Question

Given the roles of NAD+ NADH in oxidation reactions and NADPH- NADP+ reduction reactions, discuss which cofactor is more commonly used in catabolic pathways and which one is in anabolic pathways? What do you expect the intracellular ratios of NAD+/NADH and NADP+/NADPH to be high or low under homeostasis? Explain your answers. Explain the benefits of the Q cycle comparing to direct transfer of electrons from QH2 to two cytochrome c Distinguish substrate-level phosphorylation and oxidative phosphorylation. Provide specific examples and explain their functions.

Answer 1

1A. The role of Nicotinamide adenine dinucleotide (NADH) is significantly seen in catabolic reactions and function as oxidizing agent (NAD+), while, the role of Nicotinamide adenine dinucleotide phosphate (NADPH) is mostly seen in anabolic reactions and function as a reducing agent (NADPH). Generally under homeostasis conditions, the ratio of NAD+: NADH inside the cell is high, while the ratio of NADP+: NADPH is retained low. This offers adequate amount of NAD+ to act as an oxidizing agent whereas, high amount of NADPH act as a reducing agent which is required for their distinctive roles in catabolism and anabolism, respectively.

1B. The Q cycle also known as quinol cycle involves sequential oxidation and reduction of coenzyme Q electron carrier between the ubiquinol and ubiquinone. The Q cycle is commonly seen in complex III of photosynthesis and generates pH gradient across lipid bilayer, which is used for the generation of ATP. Q cycle in Complex III involves reduction of Cytochrome c followed by oxidation of ubiquinol to ubiquinone, as a result four protons are entered into the intermembrane space, which accounts two from the matrix and two from the reduction of two molecules of cytochrome c. The function of Q cycle mainly involves that coenzyme Q receives reducing equivalents from protein Complex I and as well protein Complex II and shuttles these electrons to protein Complex III and then proceeds to get more reducing equivalents.

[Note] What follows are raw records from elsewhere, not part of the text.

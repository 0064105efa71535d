"""GeoPackage 1.3 (OGC 12-128r17), written with plain SQLite: marks as points, all published values, frames, and the register itself.

    marks, or marks_<code> per frame   features: point with height, in the 2-D frame of the marks' own datum (x = longitude),
                                       every column of `export_rows`, the covariance among them
    history                            attributes: every value ever published, with successor
    frames                             attributes: what the frames are; an epoch stands with each value
    register_entry, register_content   attributes: the chain and the evidence, from which an import makes the same register

Required tables, identities and the geometry blob as in clauses 1.1.1, 1.1.2, 1.1.3, 2.1.3 to 2.1.6 of the standard (from memory, high).
"""

from __future__ import annotations

import sqlite3
import struct
import uuid
from collections.abc import Iterable, Sequence
from contextlib import closing
from pathlib import Path
from typing import Any

from fieldbook.clock import Clock, utc_text
from fieldbook.errors import BookError
from fieldbook.reduce import frames
from fieldbook.reduce.frames import FlatFrame

from .export_rows import AXES, COLUMNS, NUMBERS, PLACES, ExportRow
from .history import Published, history
from .store import Register

APPLICATION_ID = 0x47504B47  # "GPKG"
VERSION = 10300
INTEGERS = frozenset({"mark", "occupations"})
WGS84_WKT = (
    'GEOGCS["WGS 84",DATUM["WGS_1984",SPHEROID["WGS 84",6378137,298.257223563,AUTHORITY["EPSG","7030"]],'
    'AUTHORITY["EPSG","6326"]],PRIMEM["Greenwich",0,AUTHORITY["EPSG","8901"]],'
    'UNIT["degree",0.0174532925199433,AUTHORITY["EPSG","9122"]],AUTHORITY["EPSG","4326"]]'
)
TABLES = (
    """CREATE TABLE gpkg_spatial_ref_sys (
  srs_name TEXT NOT NULL, srs_id INTEGER NOT NULL PRIMARY KEY, organization TEXT NOT NULL,
  organization_coordsys_id INTEGER NOT NULL, definition TEXT NOT NULL, description TEXT)""",
    """CREATE TABLE gpkg_contents (
  table_name TEXT NOT NULL PRIMARY KEY, data_type TEXT NOT NULL, identifier TEXT UNIQUE, description TEXT DEFAULT '',
  last_change DATETIME NOT NULL DEFAULT (strftime('%Y-%m-%dT%H:%M:%fZ','now')),
  min_x DOUBLE, min_y DOUBLE, max_x DOUBLE, max_y DOUBLE, srs_id INTEGER,
  CONSTRAINT fk_gc_r_srs_id FOREIGN KEY (srs_id) REFERENCES gpkg_spatial_ref_sys(srs_id))""",
    """CREATE TABLE gpkg_geometry_columns (
  table_name TEXT NOT NULL, column_name TEXT NOT NULL, geometry_type_name TEXT NOT NULL, srs_id INTEGER NOT NULL,
  z TINYINT NOT NULL, m TINYINT NOT NULL,
  CONSTRAINT pk_geom_cols PRIMARY KEY (table_name, column_name),
  CONSTRAINT uk_gc_table_name UNIQUE (table_name),
  CONSTRAINT fk_gc_tn FOREIGN KEY (table_name) REFERENCES gpkg_contents(table_name),
  CONSTRAINT fk_gc_srs FOREIGN KEY (srs_id) REFERENCES gpkg_spatial_ref_sys (srs_id))""",
)
HISTORY = (
    ("number", "TEXT"), ("mark", "INTEGER"), ("name", "TEXT"), ("published_utc", "TEXT"), ("published_by", "TEXT"),
    ("in_force", "INTEGER"), ("until_utc", "TEXT"), ("successor", "TEXT"), ("withdrawn_because", "TEXT"),
    ("supersedes", "TEXT"), ("change", "TEXT"), ("reason", "TEXT"), ("frame", "TEXT"), ("epoch", "DOUBLE"),
    ("lat_deg", "DOUBLE"), ("lon_deg", "DOUBLE"), ("h_m", "DOUBLE"), ("x_m", "DOUBLE"), ("y_m", "DOUBLE"), ("z_m", "DOUBLE"),
    ("datum_horizontal95_m", "DOUBLE"), ("datum_vertical95_m", "DOUBLE"),
    *((f"cov_{axis}_m2", "DOUBLE") for axis in AXES),
)  # fmt: skip


def write_geopackage(out: Path, rows: Sequence[ExportRow], register: Register, clock: Clock) -> None:
    """Write the file; it appears under its name only when it is complete, in place of an older one.

    Raises:
        BookError: it cannot be written.
        ReductionError: a frame has no two-dimensional companion.
    """
    part = out.with_name(f".{out.name}.{uuid.uuid4().hex}.part")
    try:
        with closing(sqlite3.connect(part, isolation_level=None)) as file:
            _fill(file, rows, register, utc_text(clock.utc_ms()))
        part.replace(out)
    except (sqlite3.Error, OSError) as error:
        raise BookError(f"The GeoPackage {out} cannot be written: {error}.", "Check folder and free space.") from error
    finally:
        part.unlink(missing_ok=True)


def _fill(file: sqlite3.Connection, rows: Sequence[ExportRow], register: Register, now: str) -> None:
    file.execute(f"PRAGMA application_id = {APPLICATION_ID}")
    file.execute(f"PRAGMA user_version = {VERSION}")
    file.execute("PRAGMA foreign_keys = ON")
    file.execute("BEGIN")
    for statement in TABLES:
        file.execute(statement)
    flats = {code: frames.flat_frame(code) for code in dict.fromkeys(str(row.cells["frame"]) for row in rows)}
    _reference_systems(file, flats.values())
    for code, flat in flats.items():
        name = "marks" if len(flats) == 1 else f"marks_{code.removeprefix('EPSG:')}"
        _marks(file, name, [row for row in rows if row.cells["frame"] == code], flat, now)
    state = register.state()
    values = [item for number in state.marks() for item in history(state, number)]
    _attributes(file, "history", HISTORY, [_of_history(item) for item in values], "every value ever published", now)
    _attributes(
        file,
        "frames",
        (("frame", "TEXT"), ("name", "TEXT"), ("moves", "INTEGER"), ("drawn_in", "TEXT"), ("definition", "TEXT")),
        [(code, frames.frame_info(code).name, int(f.dynamic), f"EPSG:{f.code}", f.wkt) for code, f in flats.items()],
        "frames of the marks; points are drawn in the two-dimensional frame of the same datum",
        now,
    )
    _whole_register(file, register, now)
    file.execute("COMMIT")


def _reference_systems(file: sqlite3.Connection, flats: Iterable[FlatFrame]) -> None:
    known: list[tuple[Any, ...]] = [
        ("Undefined cartesian SRS", -1, "NONE", -1, "undefined", "undefined cartesian coordinate reference system"),
        ("Undefined geographic SRS", 0, "NONE", 0, "undefined", "undefined geographic coordinate reference system"),
        ("WGS 84 geodetic", 4326, "EPSG", 4326, WGS84_WKT, "longitude and latitude in decimal degrees on WGS 84"),
    ]
    known += [
        (flat.name, flat.code, "EPSG", flat.code, flat.wkt, "the marks' own datum, longitude and latitude")
        for flat in flats
        if flat.code != 4326
    ]
    file.executemany("INSERT INTO gpkg_spatial_ref_sys VALUES (?, ?, ?, ?, ?, ?)", known)


def _marks(file: sqlite3.Connection, name: str, rows: Sequence[ExportRow], flat: FlatFrame, now: str) -> None:
    typed = ", ".join(f"{column} {_type(column)}" for column in COLUMNS)
    file.execute(f"CREATE TABLE {name} (fid INTEGER PRIMARY KEY AUTOINCREMENT NOT NULL, geom POINT, {typed})")
    places = [(float(row.cells["lon_deg"] or 0), float(row.cells["lat_deg"] or 0)) for row in rows]
    box = (min(x for x, _ in places), min(y for _, y in places), max(x for x, _ in places), max(y for _, y in places))
    file.execute(
        "INSERT INTO gpkg_contents VALUES (?, 'features', ?, ?, ?, ?, ?, ?, ?, ?)",
        (name, name, "control marks; the point's height is ellipsoidal", now, *box, flat.code),
    )
    mixed = any(row.cells["h_m"] is None for row in rows)
    file.execute(
        "INSERT INTO gpkg_geometry_columns VALUES (?, 'geom', 'POINT', ?, ?, 0)", (name, flat.code, 2 if mixed else 1)
    )
    marks = ", ".join("?" * (len(COLUMNS) + 1))
    file.executemany(
        f"INSERT INTO {name} (geom, {', '.join(COLUMNS)}) VALUES ({marks})",  # noqa: S608 - our own names
        [(_point(row, flat.code), *(_value(column, row.cells[column]) for column in COLUMNS)) for row in rows],
    )


def _point(row: ExportRow, srs: int) -> bytes:
    """GeoPackage binary: 'GP', version 0, little-endian, no envelope, then WKB of a point, ISO type 1001 with height."""
    lon, lat, h = (row.cells[key] for key in ("lon_deg", "lat_deg", "h_m"))
    head = struct.pack("<2sBBi", b"GP", 0, 1, srs)
    if h is None:
        return head + struct.pack("<BIdd", 1, 1, float(lon or 0), float(lat or 0))
    return head + struct.pack("<BIddd", 1, 1001, float(lon or 0), float(lat or 0), float(h))


def _type(column: str) -> str:
    if column in INTEGERS:
        return "INTEGER"
    return "DOUBLE" if column in NUMBERS else "TEXT"


def _value(column: str, text: str | None) -> str | int | float | None:
    if text is None or column not in NUMBERS:
        return text
    return int(text) if column in INTEGERS else float(text)


def _attributes(
    file: sqlite3.Connection,
    name: str,
    columns: Sequence[tuple[str, str]],
    rows: Iterable[Sequence[Any]],
    what: str,
    now: str,
) -> None:
    typed = ", ".join(f'"{column}" {kind}' for column, kind in columns)
    file.execute(f"CREATE TABLE {name} (id INTEGER PRIMARY KEY AUTOINCREMENT NOT NULL, {typed})")
    file.execute(
        "INSERT INTO gpkg_contents VALUES (?, 'attributes', ?, ?, ?, NULL, NULL, NULL, NULL, NULL)",
        (name, name, what, now),
    )
    listed, marks = ", ".join(f'"{column}"' for column, _ in columns), ", ".join("?" * len(columns))
    file.executemany(f"INSERT INTO {name} ({listed}) VALUES ({marks})", rows)  # noqa: S608 - our own names


def _of_history(item: Published) -> list[Any]:
    body = item.entry.body
    place, accuracy, own, common = body["place"], body["datum_accuracy"], body["cov_own_m2"], body["cov_common_m2"]
    covariance = [None if own is None or common is None else float(own[i][j]) + float(common[i][j]) for i, j in PLACES]
    numbers = [
        place["epoch"],
        place["lat_deg"],
        place["lon_deg"],
        place["h_m"],
        *(place["xyz_m"] or (None, None, None)),
    ]
    numbers += [accuracy["horizontal95_m"], accuracy["vertical95_m"]]
    return [
        item.number, item.mark, body["name"], item.entry.utc, item.entry.observer, int(item.in_force), item.until_utc,
        item.successor, None if item.withdrawn is None else item.withdrawn.body["reason"], body["supersedes"],
        body["change"]["verdict"], body["reason"], place["frame"],
        *(None if value is None else float(value) for value in numbers), *covariance,
    ]  # fmt: skip


def _whole_register(file: sqlite3.Connection, register: Register, now: str) -> None:
    entry = [("seq", "INTEGER"), *((name, "TEXT") for name in ("utc", "kind", "body", "by", "previous_hash", "hash"))]
    what = "the chain of the register; `fieldbook register import` makes the same register of it"
    _attributes(file, "register_entry", entry, register.raw_entries(), what, now)
    content = (("sha256", "TEXT"), ("bytes", "INTEGER"), ("codec", "TEXT"), ("data", "BLOB"))
    _attributes(file, "register_content", content, register.raw_content(), "evidence named by the chain", now)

1C. Substrate level phosphorylation is a direct type of phosphorylation in which a phosphate group is transferred from high energy compound to ADP. It occurs in glycolysis and in Krebs cycle. In glycolysis, Phosphoglycerate kinase and pyruvate kinase are the two enzymes which are involved in the substrate level phosphorylation, as result 4 ATPs are generated.In Krebs cycle, Phosphoenolpyruvate carboxykinase and succinate CoA ligase are the two enzymes involved in the substrate level phosphorylation as a result 2 ATPs are produced.

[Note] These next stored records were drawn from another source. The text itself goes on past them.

"""A register's marks with everything that is said of them: coordinate, both accuracies, classes. One row per mark."""

from __future__ import annotations

import dataclasses
from collections.abc import Sequence
from dataclasses import dataclass
from typing import Any

import numpy as np

from fieldbook.reduce.geodesy import geocentric

from .classes import Figures, OfficeClass, fgdc_class, office_class
from .combining import MarkValue, combine_register
from .evidence import finite
from .network import NEIGHBOURS, Local, local_accuracies
from .store import Register

CANDIDATES = 8 * NEIGHBOURS


@dataclass(frozen=True)
class Row:
    """One mark. datum_class, between_class: ranges of FGDC-STD-007.2, horizontal and vertical; office: the office's own."""

    value: MarkValue
    local: Local
    figures: Figures
    datum_class: tuple[str | None, str | None]
    between_class: tuple[str | None, str | None]
    office: str | None


def rows_of(register: Register, classes: Sequence[OfficeClass] = (), only: Sequence[int] | None = None) -> list[Row]:
    """Rows in order of number. Neighbours are sought among all marks, also where only some rows are wanted.

    Raises:
        BookError: evidence is missing or damaged.
    """
    values = combine_register(register, None if only is None else _with_neighbours(register, only))
    locals_ = local_accuracies(values, only)
    return [
        row_of(value, locals_.get(value.mark.number, Local(())), classes)
        for value in values
        if only is None or value.mark.number in only
    ]


def _with_neighbours(register: Register, only: Sequence[int]) -> list[int]:
    """The marks wanted and those around them, by the places that stand in the entries: two thousand need not be combined
    for one. Many more than are stated, because some may have no place in the same frame."""
    placed = {
        number: geocentric(place[0], place[1], place[2] or 0.0)
        for number, mark in register.state().marks().items()
        if (place := next((held.place for held in mark.occupations if held.place is not None), None)) is not None
    }
    numbers, found = list(placed), set(only)
    places = np.array(list(placed.values())).reshape(-1, 3)
    for number in only:
        if number in placed:
            order = np.argsort(np.linalg.norm(places - placed[number], axis=1), kind="stable")
            found.update(numbers[int(place)] for place in order[: CANDIDATES + 1])
    return sorted(found)


def row_of(value: MarkValue, local: Local, classes: Sequence[OfficeClass]) -> Row:
    """Classes of one mark."""
    datum = value.datum
    figures = Figures(
        horizontal_datum_95_m=None if datum is None else datum.horizontal95_m,
        vertical_datum_95_m=None if datum is None else datum.vertical95_m,
        horizontal_between_95_m=local.horizontal_worst_m,
        vertical_between_95_m=local.vertical_worst_m,
        occupations=len(value.members),
        independence=value.independence,
    )
    return Row(
        value,
        local,
        figures,
        (fgdc_class(figures.horizontal_datum_95_m), fgdc_class(figures.vertical_datum_95_m)),
        (fgdc_class(local.horizontal_mean_m), fgdc_class(local.vertical_mean_m)),
        office_class(classes, figures),
    )


def tree_of(row: Row) -> dict[str, Any]:
    """A row as JSON: finite numbers or null."""
    value, local = row.value, row.local
    return {
        "mark": value.mark.number,
        "name": value.mark.name,
        "names": list(value.mark.names),
        "from_utc": value.mark.from_utc,
        "until_utc": value.mark.until_utc,
        "place": None if value.place is None else dataclasses.asdict(value.place),
        "height": None if value.height is None else dataclasses.asdict(value.height),
        "method": value.method,
        "datum": None if value.datum is None else finite(dataclasses.asdict(value.datum)),
        "datum_class": list(row.datum_class),
        "cov_own_m2": value.cov_own_m2,
        "cov_common_m2": value.cov_common_m2,
        "between": {
            "horizontal95_mean_m": local.horizontal_mean_m,
            "horizontal95_worst_m": local.horizontal_worst_m,
            "vertical95_mean_m": local.vertical_mean_m,
            "vertical95_worst_m": local.vertical_worst_m,
            "lines": [dataclasses.asdict(line) for line in local.lines],
        },
        "between_class": list(row.between_class),
        "office_class": row.office,
        "occupations": [dataclasses.asdict(share) for share in value.shares],
        "not_combined": [dataclasses.asdict(item) for item in value.apart],
        "labels": value.labels,
        "repeats": [finite(dataclasses.asdict(item)) for item in value.repeats],
        "odd_one": value.odd_one,
        "independence": value.independence,
        "evidence": value.parties,
        "findings": [dataclasses.asdict(item) for item in value.findings],
    }
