"""What the register keeps of one occupation: everything a combination needs without the book.

Two pieces are kept under their hashes: the whole tree of `reduce --json`, and this one, `Evidence`, which adds what that tree
does not carry (the Type A line with its degrees of freedom per axis, what the occupation shares with which other, the kind
of fix as its mean took it) and leaves out what no combination asks for.

Two accuracies are kept apart from here on: every line of the budget says whether it is common, and the covariance stands in
two parts. `cov_own_m2` is what belongs to this occupation; `cov_common_m2` is what other occupations, other marks or the whole
register may share. Relative to the datum both count; between two marks what both share drops out.
"""

from __future__ import annotations

import math
from dataclasses import asdict, dataclass, field
from typing import Any

import numpy as np

from fieldbook.model.canonical import Tree
from fieldbook.model.reduction import BudgetLine, Reduction
from fieldbook.model.session import Session
from fieldbook.model.state import Occupation
from fieldbook.occupy.marks_combined import class_for_tolerance
from fieldbook.reduce.combine import class_mean_u_m
from fieldbook.reduce.geodesy import covariance_to_xyz
from fieldbook.reduce.occupation import Reduced
from fieldbook.reduce.prediction import type_a
from fieldbook.reduce.shared import MEAN_SOURCE

SCHEMA = "fieldbook.register.evidence/1"
Matrix = list[list[float]]


@dataclass(frozen=True)
class MeanLine:
    """The Type A line: metres and dof per axis, correlation of east and north."""

    u_enu_m: tuple[float, float, float | None]
    dof_enu: tuple[float, float, float | None]
    rho_en: float


@dataclass(frozen=True)
class Shares:
    """The keys by which occupations share errors (`reduce.shared`), as stated; None = not stated."""

    corrections: str
    station: str | None
    antenna: str
    antenna_serial: str | None
    receiver_serial: str | None


@dataclass(frozen=True)
class Asked:
    """Of the requirement what ties and classes are judged by."""

    horizontal_95_m: float
    vertical_95_m: float
    occupations: int
    hours_between: float | None
    in_frame: str


@dataclass(frozen=True)
class Place:
    """A position in a frame. x, y, z and h are None when the ellipsoidal height is not known."""

    frame: str
    frame_name: str
    epoch: float | None
    lat_deg: float
    lon_deg: float
    h_m: float | None
    xyz_m: tuple[float, float, float] | None


@dataclass(frozen=True)
class ByModel:
    """Height by a geoid model at the mark: N, its standard uncertainty where the model states one, and H = h - N."""

    model: str
    model_sha256: str
    datum: str | None
    undulation_m: float
    undulation_u_m: float | None
    orthometric_m: float


@dataclass(frozen=True)
class Stated:
    """Of a coordinate that no book holds: what it is, from where, and the part of it that all of that source share.

    common_u_enu_m: standard uncertainty per axis, metres, the same error in every coordinate of the source.
    """

    kind: str  # "published control" or "post-processed"
    source: str
    common_u_enu_m: tuple[float, float, float | None]


@dataclass(frozen=True)
class Evidence:
    """One occupation. `place`: in the client's frame, None if it has none there; `observed`: in the receiver's.

    budget: lines of the statement in the client's frame (in the receiver's where there is none).
    cov_own_m2, cov_common_m2: geocentric, 3 x 3, None without height; their sum is the covariance relative to the datum.
    governed_by: 'class', 'class and data' or 'data', of the mean's own uncertainty.
    prior_u_enu_m: of the mean, as kind of fix and length give it; it governs weights.
    plan_u95_m, height_u95_m: of the place; measured_u95_m: both as measured, without the frame operation.
    sigma_plan_m, sigma_height_m: of the kind of fix, for fixed tolerances. asked: None where nothing was.
    stated: only of a coordinate from elsewhere; its Type A line then is the stated uncertainty.
    """

    mark: str
    occupation: int
    open: bool
    started: str | None
    ended: str | None
    kept_s: float
    epoch_of_observation: float | None
    observer: str | None
    party: str | None
    receiver: str | None
    antenna_height_m: float | None
    tribrach: str | None
    place: Place | None
    observed: Place
    operation: tuple[str, ...]
    height: ByModel | None
    grid: str | None
    fix_class: str
    governed_by: str
    sigma_plan_m: float
    sigma_height_m: float
    prior_u_enu_m: tuple[float, float, float]
    mean: MeanLine
    budget: tuple[BudgetLine, ...]
    cov_own_m2: Matrix | None
    cov_common_m2: Matrix | None
    plan_u95_m: float
    height_u95_m: float | None
    measured_u95_m: tuple[float, float | None]
    shares: Shares
    asked: Asked | None
    simulated: bool
    stops: tuple[str, ...]
    findings: tuple[Tree, ...]
    received_sha256: str | None
    stated: Stated | None = None
    schema: str = field(default=SCHEMA)

    def to_tree(self) -> dict[str, Any]:
        """JSON with finite numbers or null."""
        tree: dict[str, Any] = finite(asdict(self))
        return tree


def evidence_of(reduced: Reduced, occupation: Occupation) -> Evidence:
    """What is kept of one reduced occupation."""
    reduction, session = reduced.reduction, occupation.session
    stated = reduction.uncertainty_client if reduction.client is not None else reduction.uncertainty
    assert stated is not None  # noqa: S101 - a client position comes with its uncertainty
    part = type_a(reduced.estimate.mean)
    mean = MeanLine(part.u_enu_m, part.dof_enu, part.rho_en)
    kind, client = class_for_tolerance(reduced, session), reduction.client
    place = None
    if client is not None:
        xyz = None if client.x_m is None else (client.x_m, client.y_m or 0.0, client.z_m or 0.0)
        place = Place(client.frame, client.frame_name, client.epoch, client.lat_deg, client.lon_deg, client.h_m, xyz)
    own, common = covariance_parts(mean, stated.budget, place)
    seen = reduction.receiver
    return Evidence(
        mark=occupation.mark,
        occupation=occupation.number,
        open=reduction.open,
        started=reduction.started,
        ended=reduction.ended,
        kept_s=reduction.kept_s,
        epoch_of_observation=reduction.epoch_of_observation,
        observer=occupation.observer or session.job.observer or None,
        party=session.job.firm,
        receiver=" ".join(filter(None, (session.receiver.maker, session.receiver.model))) or None,
        antenna_height_m=reduction.antenna.height_arp_m,
        tribrach=session.setup.tribrach_id,
        place=place,
        observed=Place(seen.frame, seen.frame_name, seen.epoch, seen.lat_deg, seen.lon_deg, seen.h_m, None),
        operation=tuple(f"{step.authority}:{step.code}" for step in reduction.operation.steps),
        height=_height(reduction),
        grid=session.frame.grid,
        fix_class=reduced.estimate.fix_class.name,
        governed_by=reduced.mean.governed_by,
        sigma_plan_m=kind.horizontal_m,
        sigma_height_m=kind.vertical_m,
        prior_u_enu_m=class_mean_u_m(reduced.estimate.fix_class, reduction.kept_s),
        mean=mean,
        budget=tuple(stated.budget),
        cov_own_m2=own,
        cov_common_m2=common,
        plan_u95_m=stated.horizontal95_m,
        height_u95_m=stated.vertical95_m,
        measured_u95_m=(reduction.uncertainty.horizontal95_m, reduction.uncertainty.vertical95_m),
        shares=_shares(session),
        asked=_asked(session),
        simulated=occupation.simulated,
        stops=tuple(sorted({item.code for item in reduction.findings if item.severity == "stop"})),
        findings=tuple(_findings(reduction)),
        received_sha256=occupation.received_sha256,
    )


def covariance_parts(
    mean: MeanLine, budget: list[BudgetLine], place: Place | None
) -> tuple[Matrix | None, Matrix | None]:
    """(own, common) geocentric covariances in m^2, each 3 x 3; None without a height or a place.

    East and north are correlated through the mean only; every other line is independent per axis (as in `budget`).
    """
    if place is None or place.h_m is None or mean.u_enu_m[2] is None:
        return None, None
    own, common = np.zeros((3, 3)), np.zeros((3, 3))
    for line in budget:
        if line.type == "A" and line.source == MEAN_SOURCE:
            continue
        for axis in range(3):
            u = line.u_enu_m[axis]
            if u is None:
                return None, None
            (common if line.common else own)[axis, axis] += u * u
    u_mean = np.array([float(value or 0.0) for value in mean.u_enu_m])
    own += np.diag(u_mean**2)
    own[0, 1] = own[1, 0] = mean.rho_en * u_mean[0] * u_mean[1]
    parts = [covariance_to_xyz(item, place.lat_deg, place.lon_deg) for item in (own, common)]
    return [[float(v) for v in row] for row in parts[0]], [[float(v) for v in row] for row in parts[1]]


def evidence_from_tree(tree: dict[str, Any]) -> Evidence:
    """The inverse of `to_tree`.

    Raises:
        ValueError: a tree of another schema.
    """
    if tree.get("schema") != SCHEMA:
        raise ValueError(f"no evidence of a register: {tree.get('schema')}")
    values = dict(tree)
    values["place"] = None if tree["place"] is None else _place(tree["place"])
    values["observed"] = _place(tree["observed"])
    values["height"] = None if tree["height"] is None else ByModel(**tree["height"])
    mean = tree["mean"]
    values["mean"] = MeanLine(_triple(mean["u_enu_m"]), _triple(mean["dof_enu"]), mean["rho_en"])
    values["budget"] = tuple(BudgetLine(**line) for line in tree["budget"])
    values["shares"] = Shares(**tree["shares"])
    values["asked"] = None if tree["asked"] is None else Asked(**tree["asked"])
    if tree.get("stated") is not None:
        values["stated"] = Stated(**{**tree["stated"], "common_u_enu_m": tuple(tree["stated"]["common_u_enu_m"])})
    values["prior_u_enu_m"] = tuple(tree["prior_u_enu_m"])
    values["measured_u95_m"] = tuple(tree["measured_u95_m"])
    for key in ("operation", "stops", "findings"):
        values[key] = tuple(tree[key])
    return Evidence(**values)


def _place(tree: dict[str, Any]) -> Place:
    xyz = tree["xyz_m"]
    return Place(**{**tree, "xyz_m": None if xyz is None else (xyz[0], xyz[1], xyz[2])})


def _triple(values: list[Any]) -> tuple[float, float, float | None]:
    # an infinite number of degrees of freedom is null in JSON
    east, north, up = values
    return (math.inf if east is None else east), (math.inf if north is None else north), up


def _height(reduction: Reduction) -> ByModel | None:
    by = reduction.height
    if by is None:
        return None
    return ByModel(by.model, by.model_sha256, by.datum, by.undulation_m, by.undulation_u_m, by.orthometric_m)


def _shares(session: Session) -> Shares:
    corrections, antenna = session.corrections, session.antenna
    return Shares(
        corrections.kind, corrections.station, antenna.model, antenna.serial or None, session.receiver.serial or None
    )


def _asked(session: Session) -> Asked:
    asked = session.requirement
    return Asked(asked.horizontal_95_m, asked.vertical_95_m, asked.occupations, asked.hours_between, asked.in_frame)


def _findings(reduction: Reduction) -> list[Tree]:
    return [{"code": item.code, "severity": item.severity, "text": item.text} for item in reduction.findings]


def finite(value: Any) -> Any:
    """A tree in which every float is finite or None."""
    if isinstance(value, float):
        return value if math.isfinite(value) else None
    if isinstance(value, dict):
        return {key: finite(item) for key, item in value.items()}
    if isinstance(value, list | tuple):
        return [finite(item) for item in value]
    return value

Oxidative phosphorylation is an indirect type of phosphorylation in which the energy released from the electron transport chain is used for the generation of ATP. Oxidative phosphorylation is most commonly seen in the aerobic respiration, where NADH and FADH that are formed in the glycolysis, Krebs cycle are oxidized back in the electron transport chain. The energy released by those molecules are used in the formation of ATP, as a result 34 ATPs are produced.